Penny are you in Washington yet?


----------



## pennyk (Oct 7, 2015)

LOL. No, that is not me. My handstand does not look anything like that..... and I would not handstand on the tracks. I need a wall.

Unfortunately, due to SC flooding, there is no way for me to get to WAS by train.


----------



## the_traveler (Oct 9, 2015)

You could have taken the SL-East! (Oh yeah, I just heard it was closed due to flooding also! :giggle: )


----------



## pennyk (Oct 9, 2015)

oldtimer said:


> WMATA-Trespassers-Yoga.jpg


a yoga friend emailed me the news article about the woman in the photo. She was arrested.

http://www.doyouyoga.com/yogini-arrested-for-performing-yoga-in-the-dc-metro-tracks/


----------



## afigg (Oct 9, 2015)

A news story came out several days ago about the arrest on trespassing charges of a woman who did a series of yoga poses on a Metro track at the West Falls Church station last December. No, I am not kidding. The video of her mind boggingly stupid stunt along with the other idiot who climbed down on the track was released and has been posted on numerous sites.

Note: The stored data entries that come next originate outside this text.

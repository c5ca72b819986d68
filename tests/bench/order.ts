import { realModel } from '../../src/thermo/index.ts';
import { defaultRoute, emptyRecipe, parentNamed, purityTable } from '../../src/blending/index.ts';
import type { Recipe } from '../../src/blending/index.ts';
import { solveAmounts } from '../../src/blending/plan/amounts.ts';
import { normaliseRecipe } from '../../src/blending/recipe/normalise.ts';
import { studyOrders } from '../../src/blending/route/study.ts';
import type { Benchmark } from './benchmark.ts';

/** Inert gases, fuels, an oxidiser and liquefied gases: the oxidiser meets the fuels, so splits of the balance are tried as well. */
const minors = [
  ['CH4', '1 %'], ['O2', '2 %'], ['CO2', '3 %'], ['CO', '0.5 %'], ['He', '4 %'], ['H2', '0.3 %'], ['C2H6', '0.4 %'], ['C3H8', '0.2 %'],
  ['Ar', '10 %'], ['isobutane', '0.1 %'], ['n-butane', '0.1 %'],
] as const;

function recipe(parents: number, fillPressure: string): Recipe {
  const gases = [...minors.slice(0, parents - 1), ['N2', 'balance'] as const];
  return {
    ...emptyRecipe,
    order: {
      components: gases.map(([gas, amount]) => ({ gas, amount, tolerance: '2 %' })),
      fillPressure: { typed: fillPressure, reference: 'gauge' },
      fillTemperature: '20 °C',
    },
    cylinder: {
      ...emptyRecipe.cylinder,
      waterCapacity: '10 L',
      workingPressure: { typed: '166 bar', reference: 'gauge' },
      contents: { ...emptyRecipe.cylinder.contents, state: 'evacuated', pressure: { typed: '0.01 mbar', reference: 'absolute' } },
    },
    parents: gases.map(([gas]) => parentNamed(gas, gas, {
      composition: purityTable([{ gas, amount: '100 %' }]), pressure: { typed: '200 bar', reference: 'absolute' }, waterCapacity: '50 L',
    })),
    gauges: [
      { key: 'g1', name: 'G1', unit: 'bar', reference: 'gauge', fullScale: '250 bar', accuracy: '0.05 %', accuracyOf: 'span', resolution: '0.01 bar', calibrated: '' },
      { key: 'g2', name: 'G2', unit: 'bar', reference: 'gauge', fullScale: '10 bar', accuracy: '0.1 %', accuracyOf: 'span', resolution: '0.001 bar', calibrated: '' },
    ],
    route: { ...defaultRoute, by: 'pressure and mass' },
  };
}

function studies(parents: number, aim: string): Benchmark {
  return {
    name: `order of addition, ${String(parents)} parents`,
    aim,
    unit: 'ms',
    run: (iterations) => {
      let checksum = 0;
      for (let k = 0; k < iterations; k++) checksum += costOfStudy(recipe(parents, `${String(60 + (k % 40))} bar`));
      return checksum;
    },
  };
}

/** Not a number when something is missing, so that the measurement stops. */
function costOfStudy(text: Recipe): number {
  const job = normaliseRecipe(text);
  const model = job.ok ? realModel(job.value.gases) : job;
  if (!job.ok || !model.ok) return Number.NaN;
  const vessel = { cylinder: job.value.cylinder, barometer: job.value.conditions.barometer };
  const amounts = solveAmounts(job.value, model.value, vessel);
  const study = amounts.ok ? studyOrders(job.value, model.value, vessel, amounts.value) : amounts;
  return study.ok ? study.value.chosen.cost.time : Number.NaN;
}

export const orderBenchmarks: readonly Benchmark[] = [studies(5, '10 ms'), studies(10, '300 ms'), studies(12, '1500 ms')];
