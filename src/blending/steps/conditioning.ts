import { fail, ok, pascal } from '../../units/index.ts';
import type { Kelvin, Outcome, Pascal } from '../../units/index.ts';
import type { ThermoModel, ThermoReason } from '../../thermo/index.ts';
import type { JobConditioning, JobParent } from '../recipe/job.ts';
import { amountToReach, cylinderVolume, settle, totalAmount } from './cylinder.ts';
import type { Vessel } from './cylinder.ts';
import { unitDensity } from './unit-density.ts';

/** What one act did to the contents. */
export interface ConditionedStep {
  /** Index of the act in the list. */
  readonly step: number;
  /** Cycles of a purge; 0 otherwise. */
  readonly cycles: number;
  /** Absolute, after the act. */
  readonly pressure: Pascal;
  /** Part of the gas now in the cylinder that was there before all conditioning, mol/mol; 0 where nothing was. */
  readonly oldGas: number;
  /** What the ideal-gas rule (p_low/p_high)ⁿ says is left of the old gas by this act alone; null when it is not a purge or there was none. */
  readonly byRule: number | null;
  /** Purge gas used, mol. */
  readonly purgeGas: number;
  /** Contents before the act, mol. */
  readonly before: Float64Array;
  /** The same at the upper pressure of the first cycle of a purge; null without one. */
  readonly atHigh: Float64Array | null;
}

export interface Conditioned {
  readonly steps: readonly ConditionedStep[];
  /** Contents afterwards, mol, aligned with `model.gases`. */
  readonly contents: Float64Array;
}

/** Why conditioning cannot be computed. */
export type ConditioningProblem =
  /** The wanted level is not reached in any sensible number of cycles: the two pressures are too close. `oldGas` as in `ConditionedStep`. */
  | { readonly code: 'purge-never-ends'; readonly step: number; readonly cycles: number; readonly oldGas: number }
  | ThermoReason;

const MOST_CYCLES = 100;

/**
 * Follows the contents of the cylinder through its conditioning, with full
 * mixing in each cycle and nothing given off by the wall: letting out and
 * pumping keep the composition, a purge gas comes on top, in an evacuated
 * cylinder too. An act that asks for a pressure at or above the one there
 * changes nothing; what leaves nothing in the cylinder is left out.
 *
 * `found` is what is in the cylinder before, mol; everything is at `temperature`.
 */
export function conditionCylinder(
  model: ThermoModel, vessel: Vessel, acts: readonly JobConditioning[], parents: readonly JobParent[],
  found: Float64Array, temperature: Kelvin,
): Outcome<Conditioned, ConditioningProblem> {
  let contents = found;
  /** Part of the contents that was there before. */
  let oldGas = totalAmount(found) > 0 ? 1 : 0;
  const steps: ConditionedStep[] = [];
  for (const [step, act] of acts.entries()) {
    if (act.kind === 'free') continue;
    const before = contents;
    const oldBefore = oldGas;
    let atHigh: Float64Array | null = null;
    let cycles = 0;
    let purgeGas = 0;
    if (act.kind === 'lower') {
      const lower = loweredTo(model, vessel, contents, act.to, temperature);
      if (!lower.ok) return lower;
      contents = lower.value;
    } else {
      const { fractions } = parents[act.parent]!;
      const most = act.cycles ?? MOST_CYCLES;
      const enough = (): boolean => act.cycles === null && oldGas <= (act.wanted ?? 0);
      const first = loweredTo(model, vessel, contents, act.low, temperature);
      if (!first.ok) return first;
      contents = first.value;
      while (cycles < most && !enough()) {
        const added = amountToReach(model, vessel, contents, fractions, act.high, temperature);
        if (!added.ok) return added;
        const held = totalAmount(contents);
        oldGas *= held / (held + added.value);
        purgeGas += added.value;
        const full: Float64Array = contents.map((amount, i) => amount + added.value * fractions[i]!);
        atHigh ??= full;
        const lower = loweredTo(model, vessel, full, act.low, temperature);
        if (!lower.ok) return lower;
        contents = lower.value;
        cycles += 1;
      }
      if (act.cycles === null && !enough()) return fail({ code: 'purge-never-ends', step, cycles, oldGas });
    }
    if (totalAmount(contents) === 0) continue;
    const state = settle(model, vessel, contents, temperature);
    if (!state.ok) return state;
    steps.push({
      step, cycles, pressure: pascal(state.value.pressure), oldGas, purgeGas, before, atHigh,
      byRule: act.kind === 'purge' && oldBefore > 0 ? (act.low / act.high) ** cycles : null,
    });
  }
  return ok({ steps, contents });
}

/** The contents let out or pumped down to an absolute pressure, same composition; unchanged where they are below it. */
function loweredTo(
  model: ThermoModel, vessel: Vessel, contents: Float64Array, to: Pascal, temperature: Kelvin,
): Outcome<Float64Array, ThermoReason> {
  const total = totalAmount(contents);
  if (total === 0) return ok(contents);
  const fractions = contents.map((amount) => amount / total);
  const density = unitDensity(model, temperature, to, fractions);
  if (!density.ok) return density;
  const left = density.value * cylinderVolume(vessel, to, temperature);
  return ok(left >= total ? contents : fractions.map((x) => x * left));
}
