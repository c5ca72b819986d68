/** One thing whose speed matters. */
export interface Benchmark {
  readonly name: string;
  /** What is aimed at, as printed beside the figures. */
  readonly aim: string;
  /** Unit of the figure printed for one iteration. */
  readonly unit: 'µs' | 'ms';
  /**
   * Does the work `iterations` times, with other inputs each time, and gives a number made from all results, so that
   * no engine can leave the work out.
   */
  readonly run: (iterations: number) => number;
}

export interface Measurement {
  readonly name: string;
  readonly aim: string;
  readonly unit: 'µs' | 'ms';
  /** Median over the rounds of the time of one iteration, in `unit`. */
  readonly value: number;
}

const rounds = 9;
/** Long enough that a browser's coarse clock does not matter, ms. */
const roundLength_ms = 150;

function time_ms(benchmark: Benchmark, iterations: number): number {
  const begun = performance.now();
  const result = benchmark.run(iterations);
  const elapsed = performance.now() - begun;
  if (!Number.isFinite(result)) throw new Error(`"${benchmark.name}" gave ${result}: it does not measure real work.`);
  return elapsed;
}

/** The engine's last optimiser may need a second of steady work; a technician who types gets there too. */
const warmUp_ms = 1000;

/** Warms the code up, then finds how many iterations fill one round. */
function iterationsPerRound(benchmark: Benchmark): number {
  let iterations = 1;
  let spent = 0;
  for (;;) {
    const elapsed = time_ms(benchmark, iterations);
    spent += elapsed;
    if (spent >= warmUp_ms && elapsed >= roundLength_ms / 2) return Math.max(1, Math.round(iterations * (roundLength_ms / elapsed)));
    if (elapsed < roundLength_ms) iterations *= 2;
  }
}

/** Measures one benchmark: the median of several rounds. */
export function measure(benchmark: Benchmark): Measurement {
  const iterations = iterationsPerRound(benchmark);
  const times = Array.from({ length: rounds }, () => time_ms(benchmark, iterations) / iterations).sort((a, b) => a - b);
  const median_ms = times[Math.floor(rounds / 2)]!;
  const { name, aim, unit } = benchmark;
  return { name, aim, unit, value: unit === 'ms' ? median_ms : median_ms * 1000 };
}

One thing to note about the incident is that they climbed down onto the center track at the West Falls Church Metro station which is infrequently used. So they must have figured it was safe to do this stunt. But since the center track is used as a pocket track and is a connecting track to the Falls Church railyard, the 3rd rail was presumably live and there was a chance of an equipment move rolling through the station on the center track.

NBC 4 Video and story: Yoga on Metro Tracks: Woman Arrested After Surveillance Video Shows Dangerous Moves. Excerpt:



> A woman has been arrested and charged with trespassing after police say she was caught on camera performing yoga moves on Metrorail tracks outside Washington, D.C.
> 
> Metro Transit Police tracked down the Virginia woman shown on camera late last year and arrested her this week.
> 
> ...


Washington Post video report with snarky comment text inserts: Woman arrested for doing yoga on metro track.

Fortunately for the two idiots, they are not candidates for a Darwin award...


----------



## fairviewroad (Oct 14, 2015)

There were two people trespassing in those videos. No mention of the photographer in the news articles. I guess Yoga Lady isn't ratting out her partner in crime?


----------